Event streams that you define in datasets are available for selection when creating cohorts, which are then used to create outcomes, which then go on to help build your predictive pipelines.

  1. In the dataset's Definition (default) tab, click + Add an event to get started, which will open the new event window.

  2. Next, choose whether to add the event to an existing event stream, or create a new one. Since we're starting from scratch here, we're going to create a new one.

    💡 Unsure which option to select? Generally, if the new dataset you're creating contains event data that a previously-made dataset also includes, such as order or churn dates, you'll want to add this event to that existing event stream to keep your data clean.

     

  3. In the following screen, give your event a name and match the properties that exist in your data in the Field in dataset column with the Faraday property names in the left column. In this dataset, we're selecting the date that a customer made their first purchase as the date timestamp property. Not all properties are required, but if a property is selected, the corresponding Format field is required.

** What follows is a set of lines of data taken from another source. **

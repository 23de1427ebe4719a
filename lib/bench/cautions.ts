import type { BringUpStage } from "@/db/schema/listings";
import type { ReadingVerdict } from "@/db/schema/bench";
import { SAFE_VOLTAGE_V, unitQuantity, type Quantity } from "@/lib/engineering";

// Type-only imports above keep drizzle out of the browser bundle.

export type CautionKind = "discharge" | "cool-down" | "control-supply" | "far-outside";

export type ReadingCaution = { kind: CautionKind; title: string; text: string };

export type CautionInput = {
  stage: BringUpStage;
  name: string;
  measure: string;
  unit: string;
  verdict: ReadingVerdict;
  farOutside: boolean;
};

const DISCHARGE_STEP = `Disconnect mains and wait for the bus to discharge below ${SAFE_VOLTAGE_V} V — check with a meter — before touching anything.`;

const CAUTIONS: Record<CautionKind, ReadingCaution> = {
  discharge: {
    kind: "discharge",
    title: "Stop: the bus may be charged to a dangerous voltage",
    text: DISCHARGE_STEP,
  },
  "cool-down": {
    kind: "cool-down",
    title: "Stop and let it cool",
    text: `Switch off at once and let the heatsinks, switches and magnetics cool before you look for the cause. ${DISCHARGE_STEP}`,
  },
  "control-supply": {
    kind: "control-supply",
    title: "Stop before going on to mains power",
    text: "Switch off the bench supply and find the cause with the mains side still unconnected; do not go on to the series-lamp stage until this reading is within its range.",
  },
  "far-outside": {
    kind: "far-outside",
    title: "Stop: this reading is far outside its range",
    text: `Switch off, disconnect mains and discharge the bus before investigating. ${DISCHARGE_STEP}`,
  },
};

function quantityOf(unit: string): Quantity | null {
  try {
    return unitQuantity(unit);
  } catch {
    return null;
  }
}

const mentions = (input: CautionInput, word: RegExp) => word.test(`${input.name} ${input.measure}`);

/**
 * The caution a reading far outside its range shows, or null for readings within or only a
 * little off. The most specific danger wins: a charged bus, then heat at rated load, then the
 * general "stop, disconnect, discharge".
 */
export function cautionFor(input: CautionInput): ReadingCaution | null {
  if (!input.farOutside || input.verdict === "within") return null;
  const quantity = quantityOf(input.unit);
  const high = input.verdict === "high";

  // At the control-supply stage the mains side is not connected yet; the bus holds no charge.
  if (input.stage === "control-supply") return CAUTIONS["control-supply"];
  // A high bus voltage, or a series lamp that stays bright (something draws current it should
  // not), leaves the bulk capacitors charged after the plug is pulled.
  if (high && quantity === "voltage" && (mentions(input, /\bbus\b/i) || input.stage === "series-lamp")) return CAUTIONS.discharge;
  if (high && input.stage === "series-lamp" && (quantity === "current" || mentions(input, /\blamp\b/i))) return CAUTIONS.discharge;
  // Too much current or heat at rated load cooks parts in seconds to minutes.
  if (high && input.stage === "rated-load" && (quantity === "current" || quantity === "temperature" || quantity === "power")) return CAUTIONS["cool-down"];
  return CAUTIONS["far-outside"];
}
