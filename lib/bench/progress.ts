import { BRING_UP_STAGES, type BringUpStage } from "@/db/schema/listings";
import type { ReadingVerdict } from "@/db/schema/bench";
import { STAGE_LABELS } from "@/lib/listings/labels";

export type ProgressCheckpoint = { id: string; stage: BringUpStage };
export type ProgressReading = { checkpointId: string; verdict: ReadingVerdict; takenAt: Date };

export type StageProgress = {
  stage: BringUpStage;
  label: string;
  checkpoints: number;
  /** checkpoints with at least one reading */
  read: number;
  within: number;
  low: number;
  high: number;
};

/** The newest reading of each checkpoint: a re-measurement after a fix replaces the earlier verdict. */
export function latestReadings<R extends ProgressReading>(readings: readonly R[]): Map<string, R> {
  const latest = new Map<string, R>();
  for (const reading of readings) {
    const current = latest.get(reading.checkpointId);
    if (!current || reading.takenAt.getTime() >= current.takenAt.getTime()) latest.set(reading.checkpointId, reading);
  }
  return latest;
}

/**
 * Stage by stage, in the order of a careful bring-up: how many checkpoints have a reading and
 * how the newest reading of each stands. Every stage is listed, even one without checkpoints.
 */
export function summariseProgress(checkpoints: readonly ProgressCheckpoint[], readings: readonly ProgressReading[]): StageProgress[] {
  const latest = latestReadings(readings);
  return BRING_UP_STAGES.map((stage) => {
    const row: StageProgress = { stage, label: STAGE_LABELS[stage], checkpoints: 0, read: 0, within: 0, low: 0, high: 0 };
    for (const checkpoint of checkpoints) {
      if (checkpoint.stage !== stage) continue;
      row.checkpoints += 1;
      const reading = latest.get(checkpoint.id);
      if (!reading) continue;
      row.read += 1;
      row[reading.verdict] += 1;
    }
    return row;
  });
}

export function stageOrder(stage: BringUpStage): number {
  return BRING_UP_STAGES.indexOf(stage);
}
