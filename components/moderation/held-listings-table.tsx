import Link from "next/link";
import type { HeldRow } from "@/db/queries/moderation";
import { EmptyState } from "@/components/ui/empty-state";
import { StateBadge } from "@/components/ui/state-badge";
import { Table, TBody, TD, TH, THead, TRow } from "@/components/ui/table";
import { kindLabel } from "./labels";
import { RelativeTime } from "./relative-time";

export function HeldListingsTable({ rows }: { rows: HeldRow[] }) {
  if (rows.length === 0) return <EmptyState title="No listing is held">Held listings are out of the catalog until a moderator restores them.</EmptyState>;
  return (
    <Table caption="Held listings, the most recent first" captionHidden data-testid="held-listings">
      <THead>
        <TRow>
          <TH>Listing</TH>
          <TH>Kind</TH>
          <TH>Seller</TH>
          <TH>Held</TH>
          <TH>Reason</TH>
        </TRow>
      </THead>
      <TBody>
        {rows.map((row) => (
          <TRow key={row.id} data-testid={`held-row-${row.id}`}>
            <TD>
              <Link href={`/moderate/listings/${row.id}`} className="font-medium">
                {row.title}
              </Link>
            </TD>
            <TD>{kindLabel(row.kind)}</TD>
            <TD>{row.sellerName}</TD>
            <TD>
              {row.heldAt ? <RelativeTime iso={row.heldAt} /> : "—"}
              <div className="mt-1">
                <StateBadge label={row.bySystem ? "By the grace-period job" : "By a moderator"} />
              </div>
            </TD>
            <TD className="max-w-md whitespace-pre-line text-sm">{row.reason ?? "—"}</TD>
          </TRow>
        ))}
      </TBody>
    </Table>
  );
}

  4. Once you're done matching your properties, click Finish to save the event. If you need to edit or delete the event at any point, click the three dots (...) on the right.

Adding traits

Traits are interesting data points that can enhance the usefulness of your data in Faraday, but aren't used to identify a person or an event. For example, color of a product, whether a person owns or rents their home, hobbies, income, etc. These traits can be appended to pipelines, used to create cohorts, used for analysis, etc.

  1. In the dataset's Definition (default) tab, click + Add a trait to get started, which will open the new trait window.

  2. Next, give your trait a name.

  3. Lastly, choose the corresponding field in the dataset. For this example, we have a field in our data called couch_color that lists the color of couch that the customer purchased. We can use this down the line to add a personalized touch to our outreach.

  4. Once you're done adding your property, click Finish to save the trait. If you need to edit or delete the event at any point, click the three dots (...) on the right. Feel free to repeat this process as many times as you'd like for however many traits you think you might use for your predictions.

Once you've finished adding an identity set, event, and/or trait, click Save dataset to save it for use throughout Faraday.